> **Provided records**:

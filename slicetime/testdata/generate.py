#!/usr/bin/env python3
"""Golden values for evenkeel/slicetime, from numpy, scipy and nibabel.

    python3 slicetime/testdata/generate.py     (from the module's root, or from anywhere)

Writes beside itself:
  fourier_shift.json  circular fractional delay by numpy.fft, checked here against the periodic-sinc kernel
  windowed_sinc.json  taps of the Kaiser-windowed sinc by numpy.sinc and scipy.special.i0
  whole_method.json   whole series through line removal, extension, taper and kernel, each step the slow, plain way:
                      numpy.linalg.lstsq on the stacked forward and backward prediction equations with ridge rows
                      (no covariance recursion), complex numpy.fft of the whole length (no packing of even and odd
                      samples), taps applied one output at a time
  slice_code.json     slice times by slice_code from nibabel's Nifti1Header.get_slice_times
Only the standard seed below is random, so that two runs give the same files (last digits may follow the library versions).
"""
import json, os, sys
import numpy as np, scipy, scipy.special, nibabel as nib

HERE = os.path.dirname(os.path.abspath(__file__))

def plain(v):
    if isinstance(v, (float, np.floating)): return float('%.12g' % v) if np.isfinite(v) else None
    if isinstance(v, dict): return {k: plain(x) for k, x in v.items()}
    if isinstance(v, (list, tuple, np.ndarray)): return [plain(x) for x in v]
    if isinstance(v, np.generic): return v.item()
    return v

def write(name, about, **body):
    head = {"generated_by": "generate.py", "about": about, "versions": {"python": sys.version.split()[0], "numpy": np.__version__, "scipy": scipy.__version__, "nibabel": nib.__version__}}
    with open(os.path.join(HERE, name), "w") as f:
        head = plain({**head, **body}); long = [k for k, v in head.items() if isinstance(v, list)]
        lines = ["%s: %s" % (json.dumps(k), json.dumps(v)) for k, v in head.items() if k not in long]
        for k in long: lines.append("%s: [\n  %s\n ]" % (json.dumps(k), ",\n  ".join(json.dumps(v) for v in head[k])))
        f.write("{\n " + ",\n ".join(lines) + "\n}\n")

# ---------------------------------------------------------------- circular shift
def circular(x, shift):
    """x(n + shift), circular; an even length's Nyquist bin is multiplied by cos(pi shift)"""
    n = len(x); X = np.fft.rfft(x); h = np.exp(2j * np.pi * np.arange(len(X)) * shift / n)
    if n % 2 == 0: h[-1] = np.cos(np.pi * shift)
    return np.fft.irfft(X * h, n)

def dirichlet(x, shift):
    """the same through the periodic sinc, sin(pi u) cot(pi u/n)/n (even n)"""
    n = len(x); u = np.arange(n)[:, None] + shift - np.arange(n)[None, :]
    s = np.sin(np.pi * u / n)
    with np.errstate(all="ignore"): k = np.where(abs(s) < 1e-13, 1.0, np.sin(np.pi * u) * np.cos(np.pi * u / n) / (n * s))
    return k @ x

def fourier(rng):
    signals = {"worked": [1., 2, 0, -1, 3, .5, -2, 1.5], "nyquist": [1., -1] * 4, "cosine, 2 of 12": np.cos(2 * np.pi * 2 * np.arange(12) / 12), "constant": [3.25] * 6}
    for n in (4, 6, 8, 12, 16, 18, 24, 32, 36, 48, 64, 72, 96): signals["random %d" % n] = np.round(rng.normal(0, 1, n), 4)
    cases, worst = [], 0
    for name, x in signals.items():
        x = np.asarray(x, float)
        for s in (.25, .5, -.3, -.5, 1., 1e-3):
            y = circular(x, s); worst = max(worst, abs(y - dirichlet(x, s)).max())
            cases.append({"signal": name, "x": x, "shift": s, "y": y})
    assert worst < 1e-12, worst
    write("fourier_shift.json", "circular shift y[n] = x(n + shift); numpy.fft.rfft, irfft", largest_difference_from_periodic_sinc=worst, cases=cases)

# ---------------------------------------------------------------- windowed sinc
BETA = 6.0
def kaiser(x, reach, beta=BETA):
    u = np.asarray(x, float) / reach
    return np.where(abs(u) < 1, scipy.special.i0(beta * np.sqrt(np.clip(1 - u * u, 0, None))) / scipy.special.i0(beta), 0.0)

def taps(reach, frac):
    x = frac - np.arange(-reach, reach + 1); w = np.sinc(x) * kaiser(x, reach)
    return w / w.sum()

def line_taps(reach, frac):
    """the nearest taps, in squares divided by the window, that give sum 1 and first moment frac: least norm of lstsq"""
    j = np.arange(-reach, reach + 1); w = taps(reach, frac); root = np.sqrt(kaiser(frac - j, reach)); A = np.vstack([np.ones(len(j)), j])
    return w + root * np.linalg.lstsq(A * root, np.array([1., frac]) - A @ w, rcond=None)[0]

def sinc():
    xs = np.array([0, .25, .5, .75, 1.25, 1.5, 2.5, 2.75, 3.5, 3.999, 4, 5])
    windows = [{"reach": a, "beta": b, "x": xs, "kernel": np.sinc(xs) * kaiser(xs, a, b)} for a, b in ((3, 6.), (4, 6.), (8, 6.), (8, 8.), (32, 6.))]
    cases = [{"reach": r, "frac": f, "taps": taps(r, f), "line_taps": line_taps(r, f)} for r in (1, 2, 3, 8, 17, 32) for f in (.5, .25, -.13, -.5, 1e-6)]
    write("windowed_sinc.json", "sinc(x) w(x), w of Kaiser; taps of samples -reach..reach for a value frac later than sample 0, sum one; line_taps: first moment frac too", windows=windows, cases=cases)

# ---------------------------------------------------------------- the whole method
def autoregression(r, q=8, ridge=1e-2):
    n = len(r); rows, rhs = [], []
    for t in range(q, n): rows.append(r[t - q:t][::-1]); rhs.append(r[t])              # forward
    for t in range(0, n - q): rows.append(r[t + 1:t + q + 1]); rhs.append(r[t])        # backward
    A = np.array(rows); lam = ridge * (A ** 2).sum() / q
    A = np.vstack([A, np.sqrt(lam) * np.eye(q)]); b = np.concatenate([rhs, np.zeros(q)])
    return np.linalg.lstsq(A, b, rcond=None)[0]

def extended(r):
    n = len(r); e = 32; top = 2 * abs(r).max()
    a = autoregression(r) if n >= 20 else autoregression(r, max(1, n // 3), 1e-2 * (20 / n) ** 2); q = len(a)
    def run(x):
        x = list(x)
        for _ in range(e): x.append(float(np.clip(np.dot(a, x[:-q - 1:-1]), -top, top)))
        return np.array(x[-e:])
    right = run(r); left = run(r[::-1])
    h = e // 2; w = np.ones(e); w[e - h:] = .5 + .5 * np.cos(np.pi * np.arange(1, h + 1) / (h + 1))
    return e, np.concatenate([(left * w)[::-1], r, right * w])

def length(n):
    """smallest 2 * 2^a 3^b, b <= 2, that holds n samples"""
    return min(L for L in (2 * 2 ** a * 3 ** b for a in range(20) for b in range(3)) if L >= n)

def moved(x, shift, kernel, reach=8):
    x = np.asarray(x, float); n = len(x); t = np.arange(n)
    slope, level = np.polyfit(t, x, 1); line = lambda u: level + slope * u
    e, z = extended(x - line(t)); k = int(np.sign(shift) * np.ceil(abs(shift) - .5)); f = shift - k
    if kernel == "fourier":
        L = length(n + 2 * e); y = circular(np.concatenate([z, np.zeros(L - len(z))]), f)[:len(z)] if f else z
    pad = 200; out = np.zeros(n)
    if kernel == "fourier": y = np.concatenate([np.zeros(pad), y, np.zeros(pad)])
    else: return windowed(x, k, f, reach)
    for m in range(n):
        at = pad + e + m + k
        v = y[at] if 40 <= at < pad * 2 + n + 2 * e - 40 else 0.
        out[m] = line(m + shift) + v
    return out

def past(x):
    """what stands after the last sample: line and prediction from the last 40, then the line"""
    x = x[-40:]; n = len(x); t = np.arange(n); slope, level = np.polyfit(t, x, 1); e, z = extended(x - (level + slope * t))
    p = np.zeros(400); p[:e] = z[e + n:]; return level + slope * (n + np.arange(400)) + p

def windowed(x, k, f, reach):
    n = len(x); pad = 400; z = np.concatenate([past(x[::-1])[::-1], x, past(x)]); w = line_taps(reach, f) if f else None
    return np.array([z[pad + m + k] if w is None else np.dot(w, z[pad + m + k - reach:pad + m + k + reach + 1]) for m in range(n)])

def whole(rng):
    cases = []
    for n in (4, 5, 6, 7, 10, 16, 19, 20, 21, 40, 76, 99):
        t = np.arange(n)
        slow = np.cumsum(rng.normal(0, 1, n)); signals = {
            "walk": 1000 + 4 * slow, "noise": 500 + 10 * rng.normal(0, 1, n),
            "tone": 1000 + 20 * t / n + 10 * np.sin(2 * np.pi * .31 * t + 1), "step": np.where(t < n // 2, 100., 140.), "growing": 1.35 ** np.minimum(t, 40)}
        for name, x in signals.items():
            x = np.float32(x)
            moves = []
            for s in ((.5, -.37) if n > 40 else (-.5, .9, -2.3, 1., 50.25)):
                moves.append({"kernel": "fourier", "reach": 0, "shift": s, "y": moved(x, s, "fourier")})
                for reach in (1, 8, 32) if n in (7, 40) else (8,):
                    moves.append({"kernel": "sinc", "reach": reach, "shift": s, "y": moved(x, s, "sinc", reach)})
            cases.append({"signal": name, "n": n, "x": x, "moves": moves})
    write("whole_method.json", "x(m + shift) by the method of doc.go in plain numpy, float64", cases=cases)

# ---------------------------------------------------------------- slice_code
def codes():
    cases = []
    for n, start, end, d in ((7, 1, 5, .1), (6, 0, 5, .25), (9, 0, 8, .125), (1, 0, 0, .5), (8, 2, 3, .25)):
        for code in range(1, 7):
            h = nib.Nifti1Header(); h.set_data_shape((4, 4, n, 2)); h.set_dim_info(slice=2)
            h["slice_code"], h["slice_start"], h["slice_end"] = code, start, end; h.set_slice_duration(d)
            if end == start and code > 4: continue # nibabel leaves these to chance
            cases.append({"code": code, "n": n, "start": start, "end": end, "duration": d, "times": h.get_slice_times()})
    write("slice_code.json", "nibabel Nifti1Header.get_slice_times; null: outside slice_start..slice_end", cases=cases)

if __name__ == "__main__":
    rng = np.random.default_rng(20)
    fourier(rng); sinc(); whole(rng); codes()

> **Problem details**:
Where in the listing does the string "isinstance" appear? Copy every line that has it.

> **Solution to this problem**:
    if isinstance(v, (float, np.floating)): return float('%.12g' % v) if np.isfinite(v) else None
    if isinstance(v, dict): return {k: plain(x) for k, x in v.items()}
    if isinstance(v, (list, tuple, np.ndarray)): return [plain(x) for x in v]
    if isinstance(v, np.generic): return v.item()
        head = plain({**head, **body}); long = [k for k, v in head.items() if isinstance(v, list)]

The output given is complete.